**What to work on**
Search the data below for "colorScheme"; list each line that holds it.

======== Task material ========

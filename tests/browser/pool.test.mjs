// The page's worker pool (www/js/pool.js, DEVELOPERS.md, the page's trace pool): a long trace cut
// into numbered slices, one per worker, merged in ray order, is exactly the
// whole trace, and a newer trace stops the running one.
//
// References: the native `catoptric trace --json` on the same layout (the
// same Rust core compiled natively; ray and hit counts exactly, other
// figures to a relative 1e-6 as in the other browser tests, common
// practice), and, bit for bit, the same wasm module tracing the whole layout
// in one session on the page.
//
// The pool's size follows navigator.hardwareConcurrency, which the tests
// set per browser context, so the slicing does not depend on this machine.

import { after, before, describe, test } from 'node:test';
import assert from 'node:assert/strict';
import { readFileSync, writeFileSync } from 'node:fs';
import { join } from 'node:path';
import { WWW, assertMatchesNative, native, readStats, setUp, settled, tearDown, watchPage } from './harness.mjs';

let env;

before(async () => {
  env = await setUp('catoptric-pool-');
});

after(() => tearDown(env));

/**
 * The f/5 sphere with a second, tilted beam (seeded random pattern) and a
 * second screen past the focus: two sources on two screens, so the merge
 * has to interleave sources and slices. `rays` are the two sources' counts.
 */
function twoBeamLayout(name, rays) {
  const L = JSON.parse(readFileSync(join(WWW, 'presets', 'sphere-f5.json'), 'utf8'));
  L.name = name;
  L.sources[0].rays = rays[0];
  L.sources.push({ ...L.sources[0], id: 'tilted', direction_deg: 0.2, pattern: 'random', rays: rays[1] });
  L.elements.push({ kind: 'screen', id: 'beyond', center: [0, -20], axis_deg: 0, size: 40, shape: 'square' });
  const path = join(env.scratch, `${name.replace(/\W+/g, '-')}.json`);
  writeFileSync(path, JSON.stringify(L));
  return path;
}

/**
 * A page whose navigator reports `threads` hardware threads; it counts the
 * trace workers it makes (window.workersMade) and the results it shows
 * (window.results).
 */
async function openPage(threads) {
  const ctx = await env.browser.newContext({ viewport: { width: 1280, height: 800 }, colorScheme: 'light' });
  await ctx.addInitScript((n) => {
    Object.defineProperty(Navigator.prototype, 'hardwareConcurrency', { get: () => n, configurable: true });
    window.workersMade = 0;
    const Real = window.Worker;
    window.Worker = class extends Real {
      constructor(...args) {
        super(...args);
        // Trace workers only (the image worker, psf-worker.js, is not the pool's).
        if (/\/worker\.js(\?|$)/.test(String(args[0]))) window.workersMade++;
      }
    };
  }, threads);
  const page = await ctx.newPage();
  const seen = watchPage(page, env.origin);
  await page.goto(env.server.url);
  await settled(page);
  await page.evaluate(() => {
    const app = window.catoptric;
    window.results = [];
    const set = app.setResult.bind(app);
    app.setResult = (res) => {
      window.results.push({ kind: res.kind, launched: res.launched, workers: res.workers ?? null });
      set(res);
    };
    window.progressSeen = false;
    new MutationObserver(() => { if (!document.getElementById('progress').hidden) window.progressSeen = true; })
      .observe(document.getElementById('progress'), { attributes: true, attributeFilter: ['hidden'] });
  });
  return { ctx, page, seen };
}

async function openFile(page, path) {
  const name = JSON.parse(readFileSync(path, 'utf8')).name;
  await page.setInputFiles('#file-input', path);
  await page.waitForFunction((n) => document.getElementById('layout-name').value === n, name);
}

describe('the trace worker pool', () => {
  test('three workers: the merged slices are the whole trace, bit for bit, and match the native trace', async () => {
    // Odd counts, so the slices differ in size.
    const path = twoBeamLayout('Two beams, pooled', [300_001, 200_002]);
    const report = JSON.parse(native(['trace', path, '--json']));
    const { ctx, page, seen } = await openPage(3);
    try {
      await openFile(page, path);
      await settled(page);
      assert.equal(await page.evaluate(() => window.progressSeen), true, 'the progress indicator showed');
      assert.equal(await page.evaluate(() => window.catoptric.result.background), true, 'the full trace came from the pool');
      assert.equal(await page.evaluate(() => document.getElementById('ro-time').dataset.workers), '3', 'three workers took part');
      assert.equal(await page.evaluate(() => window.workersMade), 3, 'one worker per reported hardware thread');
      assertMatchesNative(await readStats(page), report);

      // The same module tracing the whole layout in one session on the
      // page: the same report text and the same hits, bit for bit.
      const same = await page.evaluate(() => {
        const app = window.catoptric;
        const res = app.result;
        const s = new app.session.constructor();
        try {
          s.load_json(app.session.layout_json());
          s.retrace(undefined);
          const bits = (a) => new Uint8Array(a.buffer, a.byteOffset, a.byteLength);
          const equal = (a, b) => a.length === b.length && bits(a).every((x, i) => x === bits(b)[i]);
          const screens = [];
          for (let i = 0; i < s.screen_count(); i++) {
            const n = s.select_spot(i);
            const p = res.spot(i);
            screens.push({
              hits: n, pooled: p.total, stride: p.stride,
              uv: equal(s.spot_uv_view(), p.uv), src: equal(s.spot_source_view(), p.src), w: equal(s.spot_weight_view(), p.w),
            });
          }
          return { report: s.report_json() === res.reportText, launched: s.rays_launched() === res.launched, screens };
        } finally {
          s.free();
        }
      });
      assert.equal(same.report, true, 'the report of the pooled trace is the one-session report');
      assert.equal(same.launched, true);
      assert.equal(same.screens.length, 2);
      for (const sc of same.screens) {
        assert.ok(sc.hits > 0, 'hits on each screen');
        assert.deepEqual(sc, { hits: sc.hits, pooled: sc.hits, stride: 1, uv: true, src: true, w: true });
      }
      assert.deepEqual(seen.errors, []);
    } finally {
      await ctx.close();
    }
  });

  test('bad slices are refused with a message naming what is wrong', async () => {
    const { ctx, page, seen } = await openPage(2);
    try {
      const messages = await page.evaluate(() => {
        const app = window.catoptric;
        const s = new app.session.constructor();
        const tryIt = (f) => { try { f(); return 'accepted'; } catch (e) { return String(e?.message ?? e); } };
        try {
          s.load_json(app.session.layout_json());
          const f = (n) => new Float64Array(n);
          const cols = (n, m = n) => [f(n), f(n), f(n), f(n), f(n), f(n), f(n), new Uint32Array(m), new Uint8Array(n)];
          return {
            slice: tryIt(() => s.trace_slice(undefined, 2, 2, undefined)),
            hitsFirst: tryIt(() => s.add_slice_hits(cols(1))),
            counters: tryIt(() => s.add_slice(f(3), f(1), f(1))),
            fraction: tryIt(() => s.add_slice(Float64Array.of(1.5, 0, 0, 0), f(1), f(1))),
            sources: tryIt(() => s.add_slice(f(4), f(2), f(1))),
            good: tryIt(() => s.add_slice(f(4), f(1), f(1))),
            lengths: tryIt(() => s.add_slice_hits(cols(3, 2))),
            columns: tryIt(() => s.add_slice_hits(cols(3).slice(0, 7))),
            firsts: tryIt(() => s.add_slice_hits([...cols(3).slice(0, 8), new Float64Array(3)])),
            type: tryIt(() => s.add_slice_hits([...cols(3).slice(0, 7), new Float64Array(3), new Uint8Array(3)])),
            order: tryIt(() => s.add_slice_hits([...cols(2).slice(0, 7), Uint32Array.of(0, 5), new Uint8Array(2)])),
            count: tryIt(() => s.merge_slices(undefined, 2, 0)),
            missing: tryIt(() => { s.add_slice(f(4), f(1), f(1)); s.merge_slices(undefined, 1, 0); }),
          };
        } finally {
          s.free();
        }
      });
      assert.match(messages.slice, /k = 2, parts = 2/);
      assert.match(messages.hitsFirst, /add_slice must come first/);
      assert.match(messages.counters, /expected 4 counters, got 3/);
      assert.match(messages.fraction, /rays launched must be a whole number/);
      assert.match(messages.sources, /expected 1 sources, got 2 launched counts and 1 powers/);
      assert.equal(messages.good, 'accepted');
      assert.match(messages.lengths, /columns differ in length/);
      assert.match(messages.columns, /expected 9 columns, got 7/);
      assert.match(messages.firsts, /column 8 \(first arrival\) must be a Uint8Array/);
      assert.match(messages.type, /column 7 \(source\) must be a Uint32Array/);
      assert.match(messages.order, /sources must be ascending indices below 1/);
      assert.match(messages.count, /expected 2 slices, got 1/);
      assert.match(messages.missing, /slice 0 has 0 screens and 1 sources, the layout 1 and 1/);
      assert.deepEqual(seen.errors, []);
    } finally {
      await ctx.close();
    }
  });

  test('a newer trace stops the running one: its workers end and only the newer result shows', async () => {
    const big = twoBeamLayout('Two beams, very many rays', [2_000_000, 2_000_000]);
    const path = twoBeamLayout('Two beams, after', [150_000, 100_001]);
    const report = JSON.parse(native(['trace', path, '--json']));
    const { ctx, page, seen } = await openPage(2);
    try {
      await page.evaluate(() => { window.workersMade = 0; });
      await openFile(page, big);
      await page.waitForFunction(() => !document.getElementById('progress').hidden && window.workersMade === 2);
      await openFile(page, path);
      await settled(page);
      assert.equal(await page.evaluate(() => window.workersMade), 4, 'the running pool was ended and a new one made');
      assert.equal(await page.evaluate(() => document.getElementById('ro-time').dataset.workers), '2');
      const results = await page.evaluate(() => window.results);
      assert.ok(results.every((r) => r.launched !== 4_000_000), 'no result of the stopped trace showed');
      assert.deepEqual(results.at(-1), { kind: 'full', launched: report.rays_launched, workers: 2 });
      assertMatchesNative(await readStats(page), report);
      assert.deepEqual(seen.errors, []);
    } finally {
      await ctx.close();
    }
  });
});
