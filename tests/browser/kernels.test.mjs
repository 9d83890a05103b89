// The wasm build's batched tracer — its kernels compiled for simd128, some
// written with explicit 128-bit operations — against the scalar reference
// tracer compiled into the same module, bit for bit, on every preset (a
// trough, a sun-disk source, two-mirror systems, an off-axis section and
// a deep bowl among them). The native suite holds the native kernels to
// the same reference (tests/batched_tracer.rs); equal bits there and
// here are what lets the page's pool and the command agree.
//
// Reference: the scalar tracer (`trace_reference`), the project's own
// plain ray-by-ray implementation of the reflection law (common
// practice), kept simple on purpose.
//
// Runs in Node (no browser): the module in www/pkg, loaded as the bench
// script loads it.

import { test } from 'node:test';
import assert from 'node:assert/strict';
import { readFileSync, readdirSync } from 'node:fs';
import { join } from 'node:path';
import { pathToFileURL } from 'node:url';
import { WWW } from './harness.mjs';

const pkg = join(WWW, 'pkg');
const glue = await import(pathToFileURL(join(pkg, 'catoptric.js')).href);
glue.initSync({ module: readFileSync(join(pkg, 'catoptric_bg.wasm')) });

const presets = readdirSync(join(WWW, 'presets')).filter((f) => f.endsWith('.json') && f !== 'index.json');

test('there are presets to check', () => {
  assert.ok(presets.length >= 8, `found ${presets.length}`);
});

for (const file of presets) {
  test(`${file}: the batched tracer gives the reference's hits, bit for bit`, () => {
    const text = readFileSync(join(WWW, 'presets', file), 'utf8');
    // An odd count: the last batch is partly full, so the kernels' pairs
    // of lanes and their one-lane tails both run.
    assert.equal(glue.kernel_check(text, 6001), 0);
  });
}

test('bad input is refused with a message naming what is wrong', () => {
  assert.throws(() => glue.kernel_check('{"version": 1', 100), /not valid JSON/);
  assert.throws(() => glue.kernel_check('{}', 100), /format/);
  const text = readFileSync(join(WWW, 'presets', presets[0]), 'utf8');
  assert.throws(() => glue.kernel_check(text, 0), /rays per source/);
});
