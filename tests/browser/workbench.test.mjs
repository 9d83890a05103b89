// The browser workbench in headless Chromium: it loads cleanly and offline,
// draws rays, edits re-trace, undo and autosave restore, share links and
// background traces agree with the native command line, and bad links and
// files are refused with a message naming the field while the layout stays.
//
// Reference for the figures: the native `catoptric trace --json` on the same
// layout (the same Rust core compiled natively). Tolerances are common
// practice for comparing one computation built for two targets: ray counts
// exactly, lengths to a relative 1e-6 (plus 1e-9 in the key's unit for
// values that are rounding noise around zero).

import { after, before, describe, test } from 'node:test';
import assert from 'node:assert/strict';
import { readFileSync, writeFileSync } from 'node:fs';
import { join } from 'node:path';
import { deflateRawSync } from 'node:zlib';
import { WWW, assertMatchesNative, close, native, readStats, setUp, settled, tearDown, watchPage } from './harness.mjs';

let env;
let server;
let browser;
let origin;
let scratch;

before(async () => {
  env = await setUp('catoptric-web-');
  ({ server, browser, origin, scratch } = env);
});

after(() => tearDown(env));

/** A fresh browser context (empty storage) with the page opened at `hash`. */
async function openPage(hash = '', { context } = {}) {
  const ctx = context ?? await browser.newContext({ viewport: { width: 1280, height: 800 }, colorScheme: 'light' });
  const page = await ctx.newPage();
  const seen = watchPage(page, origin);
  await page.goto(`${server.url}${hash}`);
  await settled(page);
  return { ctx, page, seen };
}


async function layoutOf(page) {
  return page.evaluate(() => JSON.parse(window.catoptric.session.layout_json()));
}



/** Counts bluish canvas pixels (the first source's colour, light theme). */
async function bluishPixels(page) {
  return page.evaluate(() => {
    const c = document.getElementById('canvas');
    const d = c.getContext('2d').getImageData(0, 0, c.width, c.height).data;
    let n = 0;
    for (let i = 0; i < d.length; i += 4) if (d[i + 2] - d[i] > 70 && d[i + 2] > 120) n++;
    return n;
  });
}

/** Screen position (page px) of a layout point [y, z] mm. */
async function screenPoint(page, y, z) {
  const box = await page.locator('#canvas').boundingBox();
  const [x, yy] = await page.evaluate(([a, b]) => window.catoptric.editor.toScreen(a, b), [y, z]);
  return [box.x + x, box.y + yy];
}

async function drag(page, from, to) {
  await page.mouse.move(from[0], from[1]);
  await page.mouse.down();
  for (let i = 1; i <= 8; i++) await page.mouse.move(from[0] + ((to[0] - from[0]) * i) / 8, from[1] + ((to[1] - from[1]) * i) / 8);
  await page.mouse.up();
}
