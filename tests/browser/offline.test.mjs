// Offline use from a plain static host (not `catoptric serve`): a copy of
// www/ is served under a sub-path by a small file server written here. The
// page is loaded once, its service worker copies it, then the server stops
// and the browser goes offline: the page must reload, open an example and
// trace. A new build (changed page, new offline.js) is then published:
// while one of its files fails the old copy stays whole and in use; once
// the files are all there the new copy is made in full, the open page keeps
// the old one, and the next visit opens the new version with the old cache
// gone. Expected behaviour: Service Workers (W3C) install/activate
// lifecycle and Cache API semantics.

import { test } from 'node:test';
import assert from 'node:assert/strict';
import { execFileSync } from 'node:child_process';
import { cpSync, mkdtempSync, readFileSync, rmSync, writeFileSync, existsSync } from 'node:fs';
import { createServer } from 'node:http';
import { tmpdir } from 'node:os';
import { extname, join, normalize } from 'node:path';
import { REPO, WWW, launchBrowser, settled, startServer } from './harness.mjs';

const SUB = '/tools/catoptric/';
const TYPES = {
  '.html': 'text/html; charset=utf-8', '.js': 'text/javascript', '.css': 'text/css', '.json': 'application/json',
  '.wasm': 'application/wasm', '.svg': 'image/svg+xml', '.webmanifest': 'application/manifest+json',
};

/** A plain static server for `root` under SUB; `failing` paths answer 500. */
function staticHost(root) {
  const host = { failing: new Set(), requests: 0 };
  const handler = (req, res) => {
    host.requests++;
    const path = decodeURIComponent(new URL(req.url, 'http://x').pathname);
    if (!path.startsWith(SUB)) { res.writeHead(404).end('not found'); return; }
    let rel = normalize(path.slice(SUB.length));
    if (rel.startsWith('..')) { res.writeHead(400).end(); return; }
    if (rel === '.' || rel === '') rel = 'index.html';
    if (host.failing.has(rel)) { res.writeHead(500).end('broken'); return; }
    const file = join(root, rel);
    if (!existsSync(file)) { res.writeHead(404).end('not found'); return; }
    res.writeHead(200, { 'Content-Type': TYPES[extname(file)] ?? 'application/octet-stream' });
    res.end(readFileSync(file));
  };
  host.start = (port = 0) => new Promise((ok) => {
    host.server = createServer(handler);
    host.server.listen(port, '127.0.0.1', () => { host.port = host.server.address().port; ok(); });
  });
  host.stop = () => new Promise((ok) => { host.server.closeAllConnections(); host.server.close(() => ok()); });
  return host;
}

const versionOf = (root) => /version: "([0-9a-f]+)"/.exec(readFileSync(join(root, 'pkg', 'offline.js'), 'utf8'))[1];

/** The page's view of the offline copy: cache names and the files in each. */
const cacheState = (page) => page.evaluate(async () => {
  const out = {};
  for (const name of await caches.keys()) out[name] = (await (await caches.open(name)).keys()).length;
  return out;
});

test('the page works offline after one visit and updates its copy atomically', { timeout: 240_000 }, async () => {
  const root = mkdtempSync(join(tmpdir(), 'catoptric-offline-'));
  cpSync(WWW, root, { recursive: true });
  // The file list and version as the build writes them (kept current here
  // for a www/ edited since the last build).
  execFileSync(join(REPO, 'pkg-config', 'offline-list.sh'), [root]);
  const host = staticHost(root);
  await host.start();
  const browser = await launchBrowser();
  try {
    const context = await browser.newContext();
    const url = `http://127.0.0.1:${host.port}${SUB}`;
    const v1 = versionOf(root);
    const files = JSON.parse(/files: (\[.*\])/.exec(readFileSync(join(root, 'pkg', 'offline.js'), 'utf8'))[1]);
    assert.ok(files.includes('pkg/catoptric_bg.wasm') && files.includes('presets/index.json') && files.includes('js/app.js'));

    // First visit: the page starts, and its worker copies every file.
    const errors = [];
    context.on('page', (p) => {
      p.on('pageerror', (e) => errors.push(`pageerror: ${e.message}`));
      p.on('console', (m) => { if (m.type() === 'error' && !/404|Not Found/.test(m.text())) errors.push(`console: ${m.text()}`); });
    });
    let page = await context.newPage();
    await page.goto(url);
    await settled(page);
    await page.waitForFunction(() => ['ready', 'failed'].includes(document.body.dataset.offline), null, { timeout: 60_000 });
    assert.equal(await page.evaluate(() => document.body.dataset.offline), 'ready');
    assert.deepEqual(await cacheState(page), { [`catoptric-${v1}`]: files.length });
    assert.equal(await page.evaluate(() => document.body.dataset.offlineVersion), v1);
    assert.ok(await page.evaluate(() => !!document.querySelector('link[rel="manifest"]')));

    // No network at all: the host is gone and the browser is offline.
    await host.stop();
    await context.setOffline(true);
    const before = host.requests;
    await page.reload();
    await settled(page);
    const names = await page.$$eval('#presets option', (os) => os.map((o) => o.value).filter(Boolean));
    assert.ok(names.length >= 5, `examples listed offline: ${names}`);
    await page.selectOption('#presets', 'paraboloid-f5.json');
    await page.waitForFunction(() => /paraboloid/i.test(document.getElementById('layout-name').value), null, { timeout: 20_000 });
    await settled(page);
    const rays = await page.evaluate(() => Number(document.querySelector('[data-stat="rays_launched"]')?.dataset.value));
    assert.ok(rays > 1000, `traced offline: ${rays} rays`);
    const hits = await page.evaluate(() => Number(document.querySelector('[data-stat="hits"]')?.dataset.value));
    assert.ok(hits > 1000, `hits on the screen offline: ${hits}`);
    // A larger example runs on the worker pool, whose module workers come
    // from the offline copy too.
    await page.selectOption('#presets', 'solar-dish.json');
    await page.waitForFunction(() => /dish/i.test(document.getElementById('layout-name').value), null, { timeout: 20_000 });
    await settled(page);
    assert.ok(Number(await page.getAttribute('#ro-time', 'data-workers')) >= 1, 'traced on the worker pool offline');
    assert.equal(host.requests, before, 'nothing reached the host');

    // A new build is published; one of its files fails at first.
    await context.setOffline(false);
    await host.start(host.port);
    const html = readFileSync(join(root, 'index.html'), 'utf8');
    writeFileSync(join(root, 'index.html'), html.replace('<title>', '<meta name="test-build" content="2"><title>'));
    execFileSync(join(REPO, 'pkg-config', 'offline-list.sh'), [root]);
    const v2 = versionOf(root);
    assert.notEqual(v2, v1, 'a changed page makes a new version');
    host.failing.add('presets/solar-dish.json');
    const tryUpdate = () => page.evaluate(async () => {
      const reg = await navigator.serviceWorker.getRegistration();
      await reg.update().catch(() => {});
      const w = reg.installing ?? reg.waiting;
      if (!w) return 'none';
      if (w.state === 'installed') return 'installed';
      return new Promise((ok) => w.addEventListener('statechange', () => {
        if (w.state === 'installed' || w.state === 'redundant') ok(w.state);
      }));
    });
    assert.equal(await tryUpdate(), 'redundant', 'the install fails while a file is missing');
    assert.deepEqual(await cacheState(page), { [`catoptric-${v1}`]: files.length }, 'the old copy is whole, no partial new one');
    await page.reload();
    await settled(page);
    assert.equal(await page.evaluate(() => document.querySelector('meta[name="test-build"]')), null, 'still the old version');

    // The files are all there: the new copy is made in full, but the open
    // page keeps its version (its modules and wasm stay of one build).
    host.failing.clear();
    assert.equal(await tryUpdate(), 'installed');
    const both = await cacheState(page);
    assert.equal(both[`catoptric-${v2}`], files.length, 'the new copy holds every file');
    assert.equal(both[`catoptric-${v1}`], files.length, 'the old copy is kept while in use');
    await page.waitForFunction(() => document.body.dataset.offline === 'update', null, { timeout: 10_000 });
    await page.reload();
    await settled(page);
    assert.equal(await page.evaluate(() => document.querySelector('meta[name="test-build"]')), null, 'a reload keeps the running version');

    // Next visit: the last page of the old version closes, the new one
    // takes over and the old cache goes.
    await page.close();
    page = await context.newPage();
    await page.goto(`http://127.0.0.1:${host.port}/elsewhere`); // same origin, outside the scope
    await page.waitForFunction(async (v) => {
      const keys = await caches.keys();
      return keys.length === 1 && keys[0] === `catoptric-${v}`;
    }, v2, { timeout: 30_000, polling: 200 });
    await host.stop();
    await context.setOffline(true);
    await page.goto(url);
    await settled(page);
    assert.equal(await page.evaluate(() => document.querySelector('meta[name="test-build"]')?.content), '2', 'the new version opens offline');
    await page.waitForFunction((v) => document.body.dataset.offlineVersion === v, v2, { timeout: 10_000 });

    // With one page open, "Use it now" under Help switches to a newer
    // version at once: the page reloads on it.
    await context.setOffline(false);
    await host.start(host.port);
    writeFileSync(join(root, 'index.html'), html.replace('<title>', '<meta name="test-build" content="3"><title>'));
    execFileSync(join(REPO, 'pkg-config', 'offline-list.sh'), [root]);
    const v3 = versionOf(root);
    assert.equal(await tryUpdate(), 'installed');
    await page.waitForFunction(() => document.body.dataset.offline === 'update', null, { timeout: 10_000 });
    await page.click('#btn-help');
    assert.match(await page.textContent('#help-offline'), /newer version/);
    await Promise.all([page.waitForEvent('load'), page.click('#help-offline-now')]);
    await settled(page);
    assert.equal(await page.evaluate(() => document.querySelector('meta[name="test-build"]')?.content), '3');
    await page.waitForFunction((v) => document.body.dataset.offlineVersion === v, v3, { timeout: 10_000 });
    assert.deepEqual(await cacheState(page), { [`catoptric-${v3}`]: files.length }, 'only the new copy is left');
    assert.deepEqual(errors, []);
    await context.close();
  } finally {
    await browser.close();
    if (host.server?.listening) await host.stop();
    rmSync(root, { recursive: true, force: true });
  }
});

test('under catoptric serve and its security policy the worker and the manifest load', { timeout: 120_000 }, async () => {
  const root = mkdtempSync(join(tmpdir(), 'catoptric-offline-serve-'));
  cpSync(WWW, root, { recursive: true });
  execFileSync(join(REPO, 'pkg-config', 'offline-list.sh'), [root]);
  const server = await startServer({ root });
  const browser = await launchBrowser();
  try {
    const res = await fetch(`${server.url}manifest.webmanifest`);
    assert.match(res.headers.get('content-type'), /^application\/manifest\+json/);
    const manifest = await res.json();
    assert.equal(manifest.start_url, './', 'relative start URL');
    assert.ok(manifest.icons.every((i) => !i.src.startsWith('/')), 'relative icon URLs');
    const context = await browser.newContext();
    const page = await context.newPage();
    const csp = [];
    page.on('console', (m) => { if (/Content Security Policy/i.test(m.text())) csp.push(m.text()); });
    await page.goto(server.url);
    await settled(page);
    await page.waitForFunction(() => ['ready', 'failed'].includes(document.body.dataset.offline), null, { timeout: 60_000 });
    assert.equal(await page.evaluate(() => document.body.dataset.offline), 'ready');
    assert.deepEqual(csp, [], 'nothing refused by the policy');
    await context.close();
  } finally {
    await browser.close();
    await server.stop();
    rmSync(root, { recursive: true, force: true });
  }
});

========

**Solution to the problem**
  const ctx = await env.browser.newContext({ viewport: { width: 1280, height: 800 }, colorScheme: 'light' });
  const ctx = context ?? await browser.newContext({ viewport: { width: 1280, height: 800 }, colorScheme: 'light' });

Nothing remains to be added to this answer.